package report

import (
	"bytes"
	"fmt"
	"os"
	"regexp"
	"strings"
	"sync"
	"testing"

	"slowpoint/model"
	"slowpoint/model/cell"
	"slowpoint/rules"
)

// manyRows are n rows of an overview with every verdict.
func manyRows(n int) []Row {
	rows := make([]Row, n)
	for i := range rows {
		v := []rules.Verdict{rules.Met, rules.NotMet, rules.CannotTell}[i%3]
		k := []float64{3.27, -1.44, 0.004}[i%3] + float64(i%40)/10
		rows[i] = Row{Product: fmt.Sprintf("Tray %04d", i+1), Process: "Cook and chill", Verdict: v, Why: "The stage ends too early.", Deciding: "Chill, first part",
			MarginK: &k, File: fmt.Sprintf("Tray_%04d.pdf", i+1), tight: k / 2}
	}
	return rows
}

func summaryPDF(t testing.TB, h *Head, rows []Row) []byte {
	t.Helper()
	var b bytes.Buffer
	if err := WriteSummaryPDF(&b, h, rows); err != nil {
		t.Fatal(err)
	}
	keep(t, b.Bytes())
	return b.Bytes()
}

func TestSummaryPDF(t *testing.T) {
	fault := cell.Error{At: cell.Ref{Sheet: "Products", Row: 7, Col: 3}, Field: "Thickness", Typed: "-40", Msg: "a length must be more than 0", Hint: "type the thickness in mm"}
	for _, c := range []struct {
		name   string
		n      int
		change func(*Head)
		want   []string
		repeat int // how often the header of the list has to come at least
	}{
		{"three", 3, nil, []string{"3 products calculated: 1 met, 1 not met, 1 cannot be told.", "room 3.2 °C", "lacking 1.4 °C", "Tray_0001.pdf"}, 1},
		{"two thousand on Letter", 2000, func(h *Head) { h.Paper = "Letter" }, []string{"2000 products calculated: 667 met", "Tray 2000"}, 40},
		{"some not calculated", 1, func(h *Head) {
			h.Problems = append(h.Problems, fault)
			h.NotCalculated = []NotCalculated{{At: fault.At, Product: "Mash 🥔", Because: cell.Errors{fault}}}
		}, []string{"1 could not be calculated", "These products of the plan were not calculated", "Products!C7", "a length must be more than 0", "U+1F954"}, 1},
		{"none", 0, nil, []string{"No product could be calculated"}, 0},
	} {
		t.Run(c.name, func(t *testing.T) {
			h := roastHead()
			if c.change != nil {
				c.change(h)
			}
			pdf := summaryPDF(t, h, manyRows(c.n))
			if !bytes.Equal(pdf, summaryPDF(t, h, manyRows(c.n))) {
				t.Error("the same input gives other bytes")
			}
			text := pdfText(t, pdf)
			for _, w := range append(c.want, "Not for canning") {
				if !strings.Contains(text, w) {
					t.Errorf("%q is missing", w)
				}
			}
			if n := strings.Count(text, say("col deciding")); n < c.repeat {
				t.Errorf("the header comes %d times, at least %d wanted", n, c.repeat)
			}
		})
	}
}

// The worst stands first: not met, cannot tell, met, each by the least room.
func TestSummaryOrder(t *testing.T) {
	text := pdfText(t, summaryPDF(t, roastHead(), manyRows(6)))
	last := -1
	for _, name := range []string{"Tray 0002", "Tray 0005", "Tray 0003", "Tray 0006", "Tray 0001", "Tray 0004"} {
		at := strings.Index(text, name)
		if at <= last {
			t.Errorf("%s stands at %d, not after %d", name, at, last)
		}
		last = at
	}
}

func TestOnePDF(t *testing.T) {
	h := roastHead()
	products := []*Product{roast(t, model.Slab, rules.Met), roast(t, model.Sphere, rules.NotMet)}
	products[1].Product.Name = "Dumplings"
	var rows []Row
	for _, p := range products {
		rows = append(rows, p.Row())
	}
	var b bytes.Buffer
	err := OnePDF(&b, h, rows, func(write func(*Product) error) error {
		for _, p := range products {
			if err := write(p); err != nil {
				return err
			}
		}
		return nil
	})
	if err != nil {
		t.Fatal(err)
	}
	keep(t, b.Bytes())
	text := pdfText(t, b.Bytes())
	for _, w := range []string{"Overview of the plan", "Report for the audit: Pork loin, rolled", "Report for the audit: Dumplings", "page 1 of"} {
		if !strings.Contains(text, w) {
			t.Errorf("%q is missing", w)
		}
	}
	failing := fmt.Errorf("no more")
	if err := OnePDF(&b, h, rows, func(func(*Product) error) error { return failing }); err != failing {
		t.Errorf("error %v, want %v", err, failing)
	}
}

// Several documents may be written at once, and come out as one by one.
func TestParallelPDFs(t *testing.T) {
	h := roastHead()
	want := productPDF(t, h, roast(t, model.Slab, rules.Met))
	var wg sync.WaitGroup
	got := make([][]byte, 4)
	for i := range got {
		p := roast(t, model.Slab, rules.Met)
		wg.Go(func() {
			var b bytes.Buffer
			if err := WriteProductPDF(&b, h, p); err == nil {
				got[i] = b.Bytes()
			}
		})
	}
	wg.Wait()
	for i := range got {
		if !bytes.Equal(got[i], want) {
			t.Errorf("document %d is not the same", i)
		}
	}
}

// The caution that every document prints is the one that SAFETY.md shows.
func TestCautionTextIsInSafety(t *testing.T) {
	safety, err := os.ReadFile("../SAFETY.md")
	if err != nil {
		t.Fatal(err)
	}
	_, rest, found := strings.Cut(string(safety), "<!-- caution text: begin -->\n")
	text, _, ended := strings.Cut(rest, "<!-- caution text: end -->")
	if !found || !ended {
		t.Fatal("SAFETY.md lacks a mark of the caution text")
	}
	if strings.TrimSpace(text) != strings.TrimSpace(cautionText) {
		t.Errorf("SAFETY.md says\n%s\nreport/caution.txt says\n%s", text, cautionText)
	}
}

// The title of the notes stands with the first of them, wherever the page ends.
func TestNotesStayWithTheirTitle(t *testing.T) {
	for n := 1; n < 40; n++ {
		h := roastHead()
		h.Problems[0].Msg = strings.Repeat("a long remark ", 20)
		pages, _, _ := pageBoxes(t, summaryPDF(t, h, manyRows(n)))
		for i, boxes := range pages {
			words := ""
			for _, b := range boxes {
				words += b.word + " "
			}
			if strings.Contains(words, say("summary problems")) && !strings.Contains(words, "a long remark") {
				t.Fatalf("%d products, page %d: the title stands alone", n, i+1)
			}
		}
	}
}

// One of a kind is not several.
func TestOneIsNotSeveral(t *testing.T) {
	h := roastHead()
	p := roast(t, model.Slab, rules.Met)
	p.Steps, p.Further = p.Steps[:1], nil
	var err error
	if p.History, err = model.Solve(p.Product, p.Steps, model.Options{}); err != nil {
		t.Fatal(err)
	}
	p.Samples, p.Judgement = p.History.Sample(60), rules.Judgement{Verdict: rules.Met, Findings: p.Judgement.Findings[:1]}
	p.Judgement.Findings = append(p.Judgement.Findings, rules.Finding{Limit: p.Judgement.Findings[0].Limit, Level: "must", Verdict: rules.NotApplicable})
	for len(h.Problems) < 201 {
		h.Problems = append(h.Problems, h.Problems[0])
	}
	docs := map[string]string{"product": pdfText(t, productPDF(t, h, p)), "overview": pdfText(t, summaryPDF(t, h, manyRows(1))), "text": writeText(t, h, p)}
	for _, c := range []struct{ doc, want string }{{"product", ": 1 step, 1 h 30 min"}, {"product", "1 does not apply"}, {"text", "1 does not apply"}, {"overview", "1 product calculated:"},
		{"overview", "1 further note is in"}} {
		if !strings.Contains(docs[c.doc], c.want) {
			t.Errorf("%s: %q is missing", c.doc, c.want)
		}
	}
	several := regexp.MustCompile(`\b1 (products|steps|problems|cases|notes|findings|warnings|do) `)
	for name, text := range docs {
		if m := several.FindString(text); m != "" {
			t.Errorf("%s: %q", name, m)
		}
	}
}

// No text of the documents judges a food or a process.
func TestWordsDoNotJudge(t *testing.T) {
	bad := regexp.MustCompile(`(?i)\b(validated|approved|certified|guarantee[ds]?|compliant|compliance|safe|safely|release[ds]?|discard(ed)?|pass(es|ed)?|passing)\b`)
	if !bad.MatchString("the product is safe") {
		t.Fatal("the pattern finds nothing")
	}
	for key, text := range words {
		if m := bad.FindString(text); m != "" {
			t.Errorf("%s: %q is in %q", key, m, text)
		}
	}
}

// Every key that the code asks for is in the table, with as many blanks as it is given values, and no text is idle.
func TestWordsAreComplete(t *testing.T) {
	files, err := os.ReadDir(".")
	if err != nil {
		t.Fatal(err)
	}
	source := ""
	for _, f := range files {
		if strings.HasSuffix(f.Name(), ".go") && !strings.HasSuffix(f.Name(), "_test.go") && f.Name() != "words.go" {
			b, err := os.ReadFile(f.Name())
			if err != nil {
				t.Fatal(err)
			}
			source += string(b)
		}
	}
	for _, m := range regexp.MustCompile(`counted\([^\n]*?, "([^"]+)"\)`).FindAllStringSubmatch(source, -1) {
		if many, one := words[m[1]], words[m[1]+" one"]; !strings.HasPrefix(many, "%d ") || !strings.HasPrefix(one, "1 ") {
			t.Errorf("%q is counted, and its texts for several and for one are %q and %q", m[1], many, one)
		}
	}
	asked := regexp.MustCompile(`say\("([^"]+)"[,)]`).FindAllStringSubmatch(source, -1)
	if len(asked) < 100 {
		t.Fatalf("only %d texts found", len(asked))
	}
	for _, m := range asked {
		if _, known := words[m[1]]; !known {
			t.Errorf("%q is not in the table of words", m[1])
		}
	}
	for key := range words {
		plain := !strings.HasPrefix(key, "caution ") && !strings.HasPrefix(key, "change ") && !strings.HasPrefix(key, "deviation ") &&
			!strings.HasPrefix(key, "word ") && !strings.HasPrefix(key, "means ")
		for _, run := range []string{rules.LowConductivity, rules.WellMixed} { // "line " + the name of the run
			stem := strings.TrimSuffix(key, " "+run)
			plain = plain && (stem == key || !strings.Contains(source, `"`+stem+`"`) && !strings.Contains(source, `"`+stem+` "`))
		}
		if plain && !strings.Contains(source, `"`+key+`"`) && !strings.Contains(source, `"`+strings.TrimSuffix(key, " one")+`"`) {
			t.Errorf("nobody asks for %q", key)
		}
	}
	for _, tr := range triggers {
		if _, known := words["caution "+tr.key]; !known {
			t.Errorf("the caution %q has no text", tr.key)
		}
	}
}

...

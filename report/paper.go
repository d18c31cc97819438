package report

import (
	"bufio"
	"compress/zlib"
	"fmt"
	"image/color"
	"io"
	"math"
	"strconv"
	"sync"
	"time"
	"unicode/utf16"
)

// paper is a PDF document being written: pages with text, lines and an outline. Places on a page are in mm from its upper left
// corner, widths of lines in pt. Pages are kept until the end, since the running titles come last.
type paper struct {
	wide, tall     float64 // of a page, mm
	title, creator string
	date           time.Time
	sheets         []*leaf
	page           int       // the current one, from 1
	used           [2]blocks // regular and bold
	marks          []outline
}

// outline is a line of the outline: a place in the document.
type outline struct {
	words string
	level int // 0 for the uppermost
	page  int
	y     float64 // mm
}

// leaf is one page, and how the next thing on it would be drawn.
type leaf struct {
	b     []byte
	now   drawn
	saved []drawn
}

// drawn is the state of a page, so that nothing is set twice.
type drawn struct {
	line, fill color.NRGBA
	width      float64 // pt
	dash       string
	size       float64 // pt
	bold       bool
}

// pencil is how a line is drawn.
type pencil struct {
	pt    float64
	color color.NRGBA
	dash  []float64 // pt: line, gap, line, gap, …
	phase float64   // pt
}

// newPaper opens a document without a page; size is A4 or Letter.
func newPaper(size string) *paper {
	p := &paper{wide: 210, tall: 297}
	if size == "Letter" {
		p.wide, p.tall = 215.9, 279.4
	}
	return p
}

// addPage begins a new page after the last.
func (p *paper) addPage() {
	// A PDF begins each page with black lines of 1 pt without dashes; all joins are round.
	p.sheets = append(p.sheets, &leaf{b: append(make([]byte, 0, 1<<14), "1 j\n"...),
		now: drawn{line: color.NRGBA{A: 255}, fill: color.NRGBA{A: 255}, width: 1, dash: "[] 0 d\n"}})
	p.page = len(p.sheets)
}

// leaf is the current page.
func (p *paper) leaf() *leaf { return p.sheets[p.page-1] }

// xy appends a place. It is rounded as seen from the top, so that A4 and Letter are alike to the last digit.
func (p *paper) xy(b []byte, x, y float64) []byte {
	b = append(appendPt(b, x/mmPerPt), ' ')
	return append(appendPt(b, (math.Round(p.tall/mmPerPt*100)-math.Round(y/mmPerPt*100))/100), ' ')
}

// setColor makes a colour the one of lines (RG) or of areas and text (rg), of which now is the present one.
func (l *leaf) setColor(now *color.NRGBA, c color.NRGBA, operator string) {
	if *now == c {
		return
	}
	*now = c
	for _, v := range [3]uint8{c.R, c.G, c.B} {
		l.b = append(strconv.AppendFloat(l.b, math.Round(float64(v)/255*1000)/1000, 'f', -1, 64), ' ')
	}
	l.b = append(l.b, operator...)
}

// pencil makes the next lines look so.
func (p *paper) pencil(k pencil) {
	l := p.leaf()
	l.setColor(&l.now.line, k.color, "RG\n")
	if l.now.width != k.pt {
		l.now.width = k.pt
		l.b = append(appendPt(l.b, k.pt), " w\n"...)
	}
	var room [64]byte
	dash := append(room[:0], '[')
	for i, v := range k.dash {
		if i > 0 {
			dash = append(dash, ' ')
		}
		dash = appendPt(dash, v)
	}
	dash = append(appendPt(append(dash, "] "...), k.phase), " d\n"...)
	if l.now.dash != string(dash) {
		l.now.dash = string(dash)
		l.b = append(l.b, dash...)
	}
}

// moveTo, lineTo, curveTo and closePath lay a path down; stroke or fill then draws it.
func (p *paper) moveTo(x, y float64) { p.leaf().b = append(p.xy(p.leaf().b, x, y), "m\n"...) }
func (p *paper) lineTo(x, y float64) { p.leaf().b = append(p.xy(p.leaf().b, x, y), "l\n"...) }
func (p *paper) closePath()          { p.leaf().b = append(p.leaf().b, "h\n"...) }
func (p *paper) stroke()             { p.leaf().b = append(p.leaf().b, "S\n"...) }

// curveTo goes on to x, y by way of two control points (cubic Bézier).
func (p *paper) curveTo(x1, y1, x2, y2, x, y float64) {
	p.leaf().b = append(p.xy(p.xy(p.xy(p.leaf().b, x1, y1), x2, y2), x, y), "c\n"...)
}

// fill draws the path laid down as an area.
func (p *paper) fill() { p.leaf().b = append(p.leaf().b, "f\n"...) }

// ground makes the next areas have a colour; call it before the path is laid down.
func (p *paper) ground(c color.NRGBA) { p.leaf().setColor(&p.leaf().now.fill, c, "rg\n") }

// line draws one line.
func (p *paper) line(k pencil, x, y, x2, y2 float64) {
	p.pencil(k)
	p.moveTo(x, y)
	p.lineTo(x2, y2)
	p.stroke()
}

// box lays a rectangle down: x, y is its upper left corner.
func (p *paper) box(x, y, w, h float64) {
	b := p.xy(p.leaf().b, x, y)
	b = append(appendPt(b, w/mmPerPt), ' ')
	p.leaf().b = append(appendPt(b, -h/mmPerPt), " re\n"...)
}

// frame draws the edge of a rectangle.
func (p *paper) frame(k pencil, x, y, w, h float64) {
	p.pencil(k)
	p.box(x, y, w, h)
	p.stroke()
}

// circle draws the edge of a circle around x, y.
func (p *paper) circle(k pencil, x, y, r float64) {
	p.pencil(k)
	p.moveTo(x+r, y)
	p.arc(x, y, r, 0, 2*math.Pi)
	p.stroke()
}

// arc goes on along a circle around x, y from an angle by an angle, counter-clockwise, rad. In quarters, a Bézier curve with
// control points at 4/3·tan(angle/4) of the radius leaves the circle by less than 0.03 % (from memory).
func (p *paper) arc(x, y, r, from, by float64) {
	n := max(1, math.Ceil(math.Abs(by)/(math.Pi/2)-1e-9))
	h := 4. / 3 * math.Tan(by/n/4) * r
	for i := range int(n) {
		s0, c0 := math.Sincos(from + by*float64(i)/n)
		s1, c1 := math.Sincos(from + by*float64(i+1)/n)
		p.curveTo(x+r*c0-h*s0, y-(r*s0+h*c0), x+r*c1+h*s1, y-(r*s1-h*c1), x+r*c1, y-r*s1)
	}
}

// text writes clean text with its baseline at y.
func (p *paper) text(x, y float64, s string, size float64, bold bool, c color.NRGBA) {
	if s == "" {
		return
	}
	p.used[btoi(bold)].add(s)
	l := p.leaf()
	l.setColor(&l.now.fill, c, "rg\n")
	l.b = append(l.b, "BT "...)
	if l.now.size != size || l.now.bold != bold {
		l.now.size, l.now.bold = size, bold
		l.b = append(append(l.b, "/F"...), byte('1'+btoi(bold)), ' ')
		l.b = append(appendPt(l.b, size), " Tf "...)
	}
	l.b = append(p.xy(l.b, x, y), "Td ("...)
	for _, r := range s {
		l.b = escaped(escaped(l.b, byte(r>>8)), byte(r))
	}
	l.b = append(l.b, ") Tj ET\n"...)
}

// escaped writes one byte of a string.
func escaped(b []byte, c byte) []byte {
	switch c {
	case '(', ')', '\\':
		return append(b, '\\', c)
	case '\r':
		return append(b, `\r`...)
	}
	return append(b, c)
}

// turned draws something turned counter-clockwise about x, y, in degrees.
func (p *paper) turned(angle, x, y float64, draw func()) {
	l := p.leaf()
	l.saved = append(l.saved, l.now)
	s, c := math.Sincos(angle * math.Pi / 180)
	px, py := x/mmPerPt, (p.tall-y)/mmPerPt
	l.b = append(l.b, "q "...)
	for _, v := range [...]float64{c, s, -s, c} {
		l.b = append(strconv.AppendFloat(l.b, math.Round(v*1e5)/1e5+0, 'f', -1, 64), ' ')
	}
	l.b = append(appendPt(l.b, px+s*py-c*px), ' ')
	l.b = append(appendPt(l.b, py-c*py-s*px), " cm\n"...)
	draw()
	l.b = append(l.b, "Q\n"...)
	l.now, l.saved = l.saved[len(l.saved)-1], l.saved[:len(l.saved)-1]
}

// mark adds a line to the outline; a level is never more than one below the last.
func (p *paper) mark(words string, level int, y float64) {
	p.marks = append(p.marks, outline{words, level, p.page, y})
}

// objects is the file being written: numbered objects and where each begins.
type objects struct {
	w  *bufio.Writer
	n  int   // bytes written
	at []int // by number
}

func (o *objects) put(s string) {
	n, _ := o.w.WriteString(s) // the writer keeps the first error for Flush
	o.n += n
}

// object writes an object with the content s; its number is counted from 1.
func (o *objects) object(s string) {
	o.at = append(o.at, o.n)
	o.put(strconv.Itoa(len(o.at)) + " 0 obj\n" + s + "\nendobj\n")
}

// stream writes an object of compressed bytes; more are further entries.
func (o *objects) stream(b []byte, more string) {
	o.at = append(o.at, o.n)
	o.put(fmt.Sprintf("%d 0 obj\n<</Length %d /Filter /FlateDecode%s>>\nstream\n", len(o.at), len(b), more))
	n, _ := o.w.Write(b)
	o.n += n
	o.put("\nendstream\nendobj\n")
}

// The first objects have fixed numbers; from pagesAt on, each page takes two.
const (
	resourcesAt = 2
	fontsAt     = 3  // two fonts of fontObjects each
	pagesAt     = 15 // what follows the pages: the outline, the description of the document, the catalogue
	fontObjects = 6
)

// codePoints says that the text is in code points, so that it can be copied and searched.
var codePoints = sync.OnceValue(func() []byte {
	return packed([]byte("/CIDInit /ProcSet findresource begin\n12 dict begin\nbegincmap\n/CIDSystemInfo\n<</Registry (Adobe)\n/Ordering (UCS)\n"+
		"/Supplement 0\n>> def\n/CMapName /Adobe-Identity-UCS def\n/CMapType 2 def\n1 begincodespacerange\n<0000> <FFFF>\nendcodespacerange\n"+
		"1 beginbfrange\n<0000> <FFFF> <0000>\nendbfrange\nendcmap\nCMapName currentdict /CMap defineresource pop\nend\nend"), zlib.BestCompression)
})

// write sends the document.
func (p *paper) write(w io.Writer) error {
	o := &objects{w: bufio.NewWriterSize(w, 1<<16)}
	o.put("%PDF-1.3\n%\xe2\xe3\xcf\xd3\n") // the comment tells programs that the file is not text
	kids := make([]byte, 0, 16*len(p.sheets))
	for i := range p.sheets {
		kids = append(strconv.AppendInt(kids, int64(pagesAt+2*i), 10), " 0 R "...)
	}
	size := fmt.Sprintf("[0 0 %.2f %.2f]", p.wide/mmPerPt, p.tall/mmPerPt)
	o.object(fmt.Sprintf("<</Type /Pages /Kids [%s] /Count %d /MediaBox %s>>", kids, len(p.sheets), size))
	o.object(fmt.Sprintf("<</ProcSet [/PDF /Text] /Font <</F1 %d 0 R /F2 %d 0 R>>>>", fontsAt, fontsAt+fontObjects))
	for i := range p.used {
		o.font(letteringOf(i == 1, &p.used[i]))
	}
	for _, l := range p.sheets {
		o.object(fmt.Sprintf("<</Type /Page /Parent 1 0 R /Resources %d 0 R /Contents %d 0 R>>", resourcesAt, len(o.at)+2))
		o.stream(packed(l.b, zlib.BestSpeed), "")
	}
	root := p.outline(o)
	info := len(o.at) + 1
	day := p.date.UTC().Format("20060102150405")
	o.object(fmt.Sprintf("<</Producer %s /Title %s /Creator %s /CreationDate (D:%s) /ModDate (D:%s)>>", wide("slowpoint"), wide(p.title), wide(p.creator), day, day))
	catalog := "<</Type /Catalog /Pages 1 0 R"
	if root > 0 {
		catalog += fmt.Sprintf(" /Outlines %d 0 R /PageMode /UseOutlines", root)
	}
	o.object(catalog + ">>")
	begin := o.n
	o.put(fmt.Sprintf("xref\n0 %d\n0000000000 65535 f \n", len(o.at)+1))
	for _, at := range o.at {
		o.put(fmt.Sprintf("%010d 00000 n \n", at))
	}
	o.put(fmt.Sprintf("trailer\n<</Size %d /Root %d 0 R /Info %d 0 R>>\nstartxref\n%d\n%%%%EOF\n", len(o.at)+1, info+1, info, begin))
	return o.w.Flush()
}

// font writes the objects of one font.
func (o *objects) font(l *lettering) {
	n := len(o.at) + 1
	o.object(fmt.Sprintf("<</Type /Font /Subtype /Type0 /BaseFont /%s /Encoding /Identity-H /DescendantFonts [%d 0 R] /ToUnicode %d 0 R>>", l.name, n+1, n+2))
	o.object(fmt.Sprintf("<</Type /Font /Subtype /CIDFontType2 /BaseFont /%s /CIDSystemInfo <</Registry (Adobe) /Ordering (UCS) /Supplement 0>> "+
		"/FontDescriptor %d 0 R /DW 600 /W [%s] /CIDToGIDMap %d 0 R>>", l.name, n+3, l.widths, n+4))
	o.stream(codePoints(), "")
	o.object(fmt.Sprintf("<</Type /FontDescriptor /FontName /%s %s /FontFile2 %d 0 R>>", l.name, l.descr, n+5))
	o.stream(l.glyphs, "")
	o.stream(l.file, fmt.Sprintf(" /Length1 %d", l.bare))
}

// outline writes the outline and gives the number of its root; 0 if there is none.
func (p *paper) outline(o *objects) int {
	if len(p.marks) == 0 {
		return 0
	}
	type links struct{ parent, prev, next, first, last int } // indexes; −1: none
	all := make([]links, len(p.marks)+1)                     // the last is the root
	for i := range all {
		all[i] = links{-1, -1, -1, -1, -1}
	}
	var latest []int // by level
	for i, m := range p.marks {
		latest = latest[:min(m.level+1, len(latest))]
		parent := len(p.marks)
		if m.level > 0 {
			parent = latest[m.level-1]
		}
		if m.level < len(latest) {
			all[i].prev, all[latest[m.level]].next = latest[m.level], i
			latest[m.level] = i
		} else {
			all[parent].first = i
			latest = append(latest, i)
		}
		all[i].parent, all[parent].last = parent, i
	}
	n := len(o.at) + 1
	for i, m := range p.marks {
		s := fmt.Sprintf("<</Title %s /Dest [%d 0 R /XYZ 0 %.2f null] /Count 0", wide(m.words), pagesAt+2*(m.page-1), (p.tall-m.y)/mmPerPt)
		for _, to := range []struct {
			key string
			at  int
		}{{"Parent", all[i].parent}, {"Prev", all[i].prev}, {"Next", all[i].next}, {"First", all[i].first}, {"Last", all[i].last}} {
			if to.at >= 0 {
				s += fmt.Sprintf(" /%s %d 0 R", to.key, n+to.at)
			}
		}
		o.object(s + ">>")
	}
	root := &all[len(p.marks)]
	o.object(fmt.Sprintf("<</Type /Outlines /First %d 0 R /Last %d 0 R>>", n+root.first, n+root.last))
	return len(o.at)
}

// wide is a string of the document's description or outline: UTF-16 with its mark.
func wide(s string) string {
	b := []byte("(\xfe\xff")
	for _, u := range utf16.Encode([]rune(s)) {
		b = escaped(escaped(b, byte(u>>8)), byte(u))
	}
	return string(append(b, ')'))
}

__Action item__
Scan the entries for the word "known". Report each line that has it.

__Exercise solution__
		if _, known := words[m[1]]; !known {
		if _, known := words["caution "+tr.key]; !known {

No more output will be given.